*** Opening of DATA SECTION ***

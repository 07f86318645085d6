import { ConflictError, ForbiddenError } from '../common/errors/domain-error';
import type { ApprovalCheck } from '../recipes/approval-check';

/** What an approval needs is not all there. Carries every check that fails, never just the first. */
export class ChecksFailError extends ConflictError {
  override readonly code = 'checks-fail';
  override readonly title = 'Something that an approval needs is missing';

  constructor(failing: readonly ApprovalCheck[]) {
    const counted = failing.length === 1 ? 'One check fails' : `${failing.length} checks fail`;
    super(`${counted}: ${failing.map(({ title }) => title).join(', ')}.`, { checks: failing });
  }
}

export class SelfApprovalError extends ForbiddenError {
  override readonly code = 'self-approval';
  override readonly title = 'Nobody approves what they wrote';

  constructor() {
    super('You wrote this revision, or edited its draft. Ask another lead to sign it.');
  }
}

export class NotForThisProcessError extends ForbiddenError {
  override readonly code = 'not-your-process';
  override readonly title = 'You do not sign for this process';

  constructor(process: string) {
    super(`You are not named for ${process}. Ask a lead who is, or the owner.`);
  }
}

*** Close of DATA SECTION ***

ABOUT THIS EXERCISE: Say how many lines of the entries above include the string "class", giving the number and nothing else.

YOUR RESPONSE: 3